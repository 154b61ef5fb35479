/**
 * User text (a case name, a custom gas's name, a message quoting a field) made safe to print on a terminal: control
 * characters — ANSI escape sequences above all, which could recolour, move the cursor or retitle the window — are
 * shown as escapes (\x1b, \n …) instead of being sent raw. Applied where text leaves the command line, not in the
 * engine, whose messages are plain data.
 */

// eslint-disable-next-line no-control-regex
const CONTROL = /[\u0000-\u0008\u000b-\u001f\u007f-\u009f\u2028\u2029]/g;

/** Text with every control character but tab and newline written as a visible escape. */
export function printable(text: string): string {
  return text.replace(CONTROL, (ch) => {
    const code = ch.charCodeAt(0);
    if (ch === '\r') return '\\r';
    return code <= 0xff ? `\\x${code.toString(16).padStart(2, '0')}` : `\\u${code.toString(16).padStart(4, '0')}`;
  });
}

/** One line of user text: newlines and tabs escaped as well, so a name cannot start a line of its own. */
export function printableLine(text: string): string {
  return printable(text).replace(/\n/g, '\\n').replace(/\t/g, '\\t');
}
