/**
 * JSON.stringify with two-space indentation, except that arrays of numbers (velocities [x, y, z]) stay on one line,
 * so case files read like the documentation. The output parses back to the same value.
 */
export function prettyJson(value: unknown): string {
  return format(value, '');
}

function format(value: unknown, indent: string): string {
  if (value === null || typeof value !== 'object') return JSON.stringify(value) ?? 'null';
  const inner = `${indent}  `;
  if (Array.isArray(value)) {
    if (value.length === 0) return '[]';
    if (value.every((v) => v === null || typeof v === 'number' || typeof v === 'boolean')) {
      return `[${value.map((v) => JSON.stringify(v)).join(', ')}]`;
    }
    return `[\n${value.map((v) => `${inner}${format(v, inner)}`).join(',\n')}\n${indent}]`;
  }
  const toJson = (value as { toJSON?: () => unknown }).toJSON;
  if (typeof toJson === 'function') return format(toJson.call(value), indent);
  const entries = Object.entries(value).filter(([, v]) => v !== undefined && typeof v !== 'function');
  if (entries.length === 0) return '{}';
  return `{\n${entries.map(([k, v]) => `${inner}${JSON.stringify(k)}: ${format(v, inner)}`).join(',\n')}\n${indent}}`;
}
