/**
 * The command line's side of the run pipeline (workers/runCase.ts), shared by `tenuis run` and every point of
 * `tenuis sweep`: where the replicas run (this thread for one replica without stopping rules — it can keep
 * checkpoints —, worker threads otherwise), the progress line and its precision note, Ctrl-C, and what
 * replicas.json and the warnings say of each replica. Ctrl-C cancels every replica after its current chunk and keeps
 * all samples; a replica whose worker dies is reported, and its samples up to its last safety snapshot are kept.
 */
import type { Plan } from '../engine/plan/plan';
import type { Simulation } from '../engine/run/simulation';
import { summarizeSamples } from '../engine/results/summarize';
import { summaryJson } from '../engine/report/summaryJson';
import {
  runCase,
  lostReplicaWarning,
  type CheckpointRule,
  type RunCaseOutcome,
  type StoppingRules,
  type TargetState,
} from '../workers/runCase';
import type { ReplicaReport } from '../workers/replicaPool';
import { nodeReplicaFactory } from '../workers/nodeReplica';
import { duration } from './format';
import type { Progress } from './progress';
import type { Interrupt } from './command';

export interface CommandLineRunOptions {
  readonly replicas: number;
  readonly stopping?: StoppingRules;
  /** A simulation to continue (from --resume); one replica on this thread. */
  readonly resumed?: Simulation;
  readonly checkpoint?: CheckpointRule;
  readonly progress?: Progress;
  readonly interrupt: Interrupt;
  readonly workerUrl?: URL;
}

export interface CommandLineRun extends RunCaseOutcome {
  /** The run had one replica on this thread (no replicas.json then). */
  readonly onThisThread: boolean;
  /** What the result's warnings say of lost replicas. */
  readonly lostWarnings: readonly string[];
}

export async function runOnCommandLine(plan: Plan, o: CommandLineRunOptions): Promise<CommandLineRun> {
  const onThisThread = o.replicas === 1 && !o.stopping;
  const progress = o.progress;
  const stopping = o.stopping;
  const handle = runCase(
    { plan, resumed: o.resumed },
    {
      replicas: o.replicas,
      place: onThisThread
        ? { kind: 'thisThread', checkpoint: o.checkpoint }
        : { kind: 'workers', createReplica: nodeReplicaFactory(o.workerUrl) },
      stopping,
      snapshotEveryMs: stopping && (stopping.target || stopping.maxSeconds !== undefined) ? 2000 : 5000,
    },
    {
      onProgress: (p) => {
        const live = p.replicas.filter((r, k) => r && !p.lost.includes(k));
        if (!live.length) return;
        const mean = (f: (r: NonNullable<(typeof live)[number]>) => number) =>
          Math.round(live.reduce((s, r) => s + f(r!), 0) / live.length);
        progress?.setTotals(
          mean((r) => r.totalSteps),
          live.some((r) => r!.phase === 'transient') ? Infinity : 0,
        );
        progress?.update(mean((r) => r.stepsDone));
      },
      onTarget: (t) => {
        const note = targetNote(t);
        if (note) progress?.setNote(note);
      },
    },
  );
  const unwatch = o.interrupt.onInterrupt(() => handle.cancel());
  const outcome = await handle.done.finally(unwatch);
  const meanSteps = Math.round(outcome.replicas.reduce((sum, r) => sum + r.stepsDone, 0) / outcome.replicas.length);
  // One replica here ends its line only when it completed; otherwise a message follows on a line of its own.
  if (!onThisThread || !outcome.cancelled) progress?.finish(meanSteps);
  else progress?.clear();
  const lostWarnings = outcome.replicas
    .filter((r) => r.status === 'lost')
    .map((r) => lostReplicaWarning(r, r.samples ? r.samples.counters.sampledSteps : null));
  return { ...outcome, onThisThread, lostWarnings };
}

/** The progress line's note on the target: the precision reached and, while short of it, the time to go. */
function targetNote(t: TargetState): string | null {
  if (!t.estimate || !Number.isFinite(t.estimate.ci95)) return null;
  let note = `${t.path} ±${(100 * t.current).toPrecision(2)} % (target ${(100 * t.goal).toPrecision(2)} %)`;
  if (!t.reached && Number.isFinite(t.remainingSeconds)) note += `, ~${duration(t.remainingSeconds)} to go`;
  return note;
}

/** Every replica's status, for a run in which none sampled anything. */
export function replicaStatusLines(replicas: readonly ReplicaReport[]): string {
  return replicas.map((r) => `  replica ${r.stream}: ${r.status}${r.reason ? ` (${r.reason})` : ''}`).join('\n');
}

/** What replicas.json says of each replica: its status and, when it sampled, its own wall estimates. */
export function replicaReportJson(r: ReplicaReport, caseName: string) {
  const own =
    r.samples && r.samples.counters.sampledSteps > 0
      ? summaryJson(summarizeSamples(r.samples), {
          caseName,
          performance: {
            wallSeconds: r.wallSeconds,
            particleSteps: r.particleSteps,
            particleStepsPerSecond: r.wallSeconds > 0 ? r.particleSteps / r.wallSeconds : NaN,
          },
        })
      : null;
  return {
    stream: r.stream,
    status: r.status,
    ...(r.reason ? { reason: r.reason } : {}),
    stepsDone: r.stepsDone,
    sampledSteps: r.samples?.counters.sampledSteps ?? 0,
    particleSteps: r.particleSteps,
    wallSeconds: r.wallSeconds,
    walls: own?.walls ?? null,
  };
}
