#!/usr/bin/env node
// `npm run coefficients [-- --only channel|tube] [--time-cap S] [--replicas R]`: computes the built-in coefficient tables of
// engine/longDuct/tables/ again with Tenuis's own DSMC (tenuis coefficients: a sweep of force-driven runs over the
// rarefaction), hard-sphere argon, diffuse walls, δ from 0.01 to 10 at 7 points. Not part of npm test: each table
// takes a quarter to half an hour on one core. DEVELOPERS.md ("Built-in coefficient tables") says what they hold.
import { execFileSync } from 'node:child_process';
import { mkdtempSync, readFileSync, rmSync, writeFileSync } from 'node:fs';
import { tmpdir } from 'node:os';
import { join } from 'node:path';
import { fileURLToPath } from 'node:url';
import { parseArgs } from 'node:util';

const root = fileURLToPath(new URL('..', import.meta.url));
const tenuis = join(root, 'bin', 'tenuis.mjs');
const TABLES = [
  { shape: 'channel', preset: 'poiseuille', file: 'channel-argon-hard-sphere.json' },
  { shape: 'tube', preset: 'forceDrivenTube', file: 'tube-argon-hard-sphere.json' },
];
const { values } = parseArgs({
  options: { only: { type: 'string' }, 'time-cap': { type: 'string' }, replicas: { type: 'string' } },
});
const cap = values['time-cap'] ?? '1200';
const replicas = values.replicas ?? '1';
const wanted = TABLES.filter((t) => !values.only || t.shape === values.only);
if (!wanted.length) {
  process.stderr.write(`--only ${values.only}: give one of ${TABLES.map((t) => t.shape).join(', ')}\n`);
  process.exit(2);
}
const [from, to, points] = ['0.01', '10', '7'];
for (const t of wanted) {
  const work = mkdtempSync(join(tmpdir(), 'tenuis-coefficients-'));
  try {
    const preset = JSON.parse(
      execFileSync(
        process.execPath,
        [tenuis, 'preset', t.preset, '--set', 'gas=Ar', '--set', 'model=HS', '--set', 'seed=2026'],
        {
          encoding: 'utf8',
        },
      ),
    );
    // Each point's cells are left to the planner (λ/3), so that the dense end is resolved as well as the thin one.
    delete preset.numerics.cellsX;
    delete preset.numerics.cellsY;
    preset.name = `${t.shape} Ar HS diffuse (built-in coefficient table)`;
    const casePath = join(work, `${t.shape}.json`);
    writeFileSync(casePath, `${JSON.stringify(preset, null, 2)}\n`);
    const out = join(work, t.file);
    execFileSync(
      process.execPath,
      [
        tenuis,
        'coefficients',
        casePath,
        '--from',
        from,
        '--to',
        to,
        '--points',
        points,
        '--time-cap',
        cap,
        '--out',
        out,
      ],
      { stdio: 'inherit' },
    );
    const table = JSON.parse(readFileSync(out, 'utf8'));
    table.source = `${table.source.replace(/ \(every point in .*\)$/, '')} (${points} points, δ ${from}–${to}, time cap ${cap} s, ${replicas} replica${replicas === '1' ? '' : 's'} per point; npm run coefficients)`;
    writeFileSync(join(root, 'engine', 'longDuct', 'tables', t.file), `${JSON.stringify(table, null, 2)}\n`);
    process.stderr.write(`written engine/longDuct/tables/${t.file}\n`);
  } finally {
    rmSync(work, { recursive: true, force: true });
  }
}
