const identifier = (what: string) =>
  z
    .string({ error: `${what} must be a name` })
    .regex(RESULT_NAME, { error: `${what} must start with a letter and hold only letters, digits, _ and -` });
const coordinate = (what: string) =>
  z
    .number({ error: `${what} must be a number (m)` })
    .finite()
    .min(0, { error: `${what} must be 0 or more (m, measured from the domain's lower left corner)` });

export const BLOCK_FACES = ['left', 'right', 'bottom', 'top'] as const;
export type BlockFace = (typeof BLOCK_FACES)[number];

/**
 * A solid block: an axis-aligned rectangle inside the domain (in an axisymmetric domain, a ring or a disc around the
 * axis). Each face is a wall: `wall` for all of them, `faces.NAME` to give one face its own temperature, speed or
 * model. Its faces report as walls named BLOCK.left, BLOCK.right, BLOCK.bottom, BLOCK.top.
 */
const block = z.strictObject({
  name: identifier('block name'),
  xMinM: coordinate('block xMinM'),
  xMaxM: coordinate('block xMaxM'),
  yMinM: coordinate('block yMinM'),
  yMaxM: coordinate('block yMaxM'),
  wall,
  faces: z
    .strictObject({ left: wall.optional(), right: wall.optional(), bottom: wall.optional(), top: wall.optional() })
    .optional(),
});

/** A cross-section x = xM (from yMinM to yMaxM, by default the whole height) through which the mass flow is counted. */
const flowSection = z.strictObject({
  name: identifier('flow section name'),
  xM: coordinate('flow section xM'),
  yMinM: coordinate('flow section yMinM').optional(),
  yMaxM: coordinate('flow section yMaxM').optional(),
});

export const DUCT_KINDS = ['channel', 'tube', 'slit', 'orifice'] as const;
export type DuctKind = (typeof DUCT_KINDS)[number];

/**
 * What the flow numbers refer to: the duct's kind and size (gap H of a channel or slit, radius R of a tube or
 * orifice), its length for the reduced flow rate of long ducts, and the pressures the conductance and the
 * transmission probability are based on (by default those of the reservoirs on the left and right sides).
 */
const flowReport = z.strictObject({
  duct: z.enum(DUCT_KINDS, { error: `flowReport.duct must be one of ${DUCT_KINDS.join(', ')}` }),
  sizeM: positive('duct size (m: gap of a channel or slit, radius of a tube or orifice)'),
  lengthM: positive('duct length (m)').optional(),
  upstreamPressurePa: positive('upstream pressure (Pa)').optional(),
  downstreamPressurePa: z.number().finite().min(0, { error: 'downstream pressure must be 0 or more (Pa)' }).optional(),
  section: identifier('flowReport.section').optional(),
});

const integer = (what: string, min: number) =>
  z
    .number({ error: `${what} must be a whole number` })
    .int({ error: `${what} must be a whole number` })
    .min(min, { error: `${what} must be at least ${min}` });

const caseShape = z.strictObject({
  schemaVersion: z.literal(CASE_SCHEMA_VERSION, { error: `schemaVersion must be ${CASE_SCHEMA_VERSION}` }),
  name: z.string().min(1, { error: 'give the case a name' }),
  description: z.string().optional(),
  gas,
  initial: z.strictObject({
    pressurePa: positive('initial pressure (Pa)'),
    temperatureK: positive('initial temperature (K)'),
    velocityMPerS: velocity,
  }),
  domain: z.strictObject({
    lengthXM: positive('domain length in x (m)'),
    lengthYM: positive('domain length in y (m)'),
    /** Length the Knudsen number and rarefaction parameter are based on; defaults to lengthYM (the gap). */
    characteristicLengthM: positive('characteristic length (m)').optional(),
    /** planar: unit depth in z. axisymmetric: x is the axis, y the radius, the bottom side the axis. */
    geometry: z
      .enum(['planar', 'axisymmetric'], { error: 'domain.geometry must be planar or axisymmetric' })
      .default('planar'),
  }),
  boundaries: z.strictObject({ left: boundary, right: boundary, bottom: boundary, top: boundary }),
  blocks: z.array(block).max(64, { error: 'at most 64 blocks' }).default([]),
  flowSections: z.array(flowSection).max(16, { error: 'at most 16 flow sections' }).default([]),
  /** Uniform body acceleration along x (m/s²): drives a periodic channel as a stand-in for a pressure gradient. */
  bodyAccelerationXMPerS2: z.number({ error: 'bodyAccelerationXMPerS2 must be a number (m/s²)' }).finite().default(0),
  flowReport: flowReport.optional(),
  numerics: z
    .strictObject({
      cellsX: integer('numerics.cellsX', 1).optional(),
      cellsY: integer('numerics.cellsY', 1).optional(),
      particlesPerCell: z
        .number()
        .min(1, { error: 'particlesPerCell must be at least 1 (20 or more is advised)' })
        .optional(),
      timeStepS: positive('time step (s)').optional(),
      subcellsPerCellSide: integer('numerics.subcellsPerCellSide', 1)
        .max(8, { error: 'subcellsPerCellSide must be at most 8' })
        .default(2),
      maxParticles: integer('numerics.maxParticles', 1).default(20_000_000),
    })
    .default({ subcellsPerCellSide: 2, maxParticles: 20_000_000 }),
  sampling: z
    .strictObject({
      transientSteps: integer('sampling.transientSteps', 0).optional(),
      sampleSteps: integer('sampling.sampleSteps', 1).optional(),
      wallBins: integer('sampling.wallBins', 1).optional(),
    })
    .default({}),
  seed: integer('seed', 0)
    .max(2 ** 32 - 1, { error: 'seed must be below 2^32' })
    .default(1),
});

export const caseSchema = caseShape.check((ctx) => {
  const b = ctx.value.boundaries;
  const pairs: [SideName, SideName][] = [
    ['left', 'right'],
    ['bottom', 'top'],
  ];
  for (const [a, c] of pairs) {
    if ((b[a].type === 'periodic') !== (b[c].type === 'periodic')) {
      ctx.issues.push({
        code: 'custom',
        input: b,
        message: `periodic boundaries come in pairs: set both ${a} and ${c} to periodic, or neither`,
        path: ['boundaries', b[a].type === 'periodic' ? c : a],
      });
    }
  }
  for (const side of SIDE_NAMES) {
    const s = b[side];
    if (s.type !== 'wall') continue;
    const normalIndex = side === 'left' || side === 'right' ? 0 : 1;
    if (s.velocityMPerS[normalIndex] !== 0) {
      ctx.issues.push({
        code: 'custom',
        input: s,
        message: `the ${side} wall may only move along itself: its ${normalIndex === 0 ? 'x' : 'y'} velocity must be 0`,
        path: ['boundaries', side, 'velocityMPerS'],
      });
    }
  }
  checkGeometry(ctx.value, (message, path) => ctx.issues.push({ code: 'custom', input: ctx.value, message, path }));
});

type CaseDraft = z.output<typeof caseShape>;
type Report = (message: string, path: (string | number)[]) => void;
◇ ◇ ◇ ◇ ◇ ◇ ◇
Work item:
Here the output must be the lines above from the line with "it can keep" to the line with "chunk and keeps", both included, duplicated word for word and nothing else.

Exercise solution:
 * `tenuis sweep`: where the replicas run (this thread for one replica without stopping rules — it can keep
 * checkpoints —, worker threads otherwise), the progress line and its precision note, Ctrl-C, and what
 * replicas.json and the warnings say of each replica. Ctrl-C cancels every replica after its current chunk and keeps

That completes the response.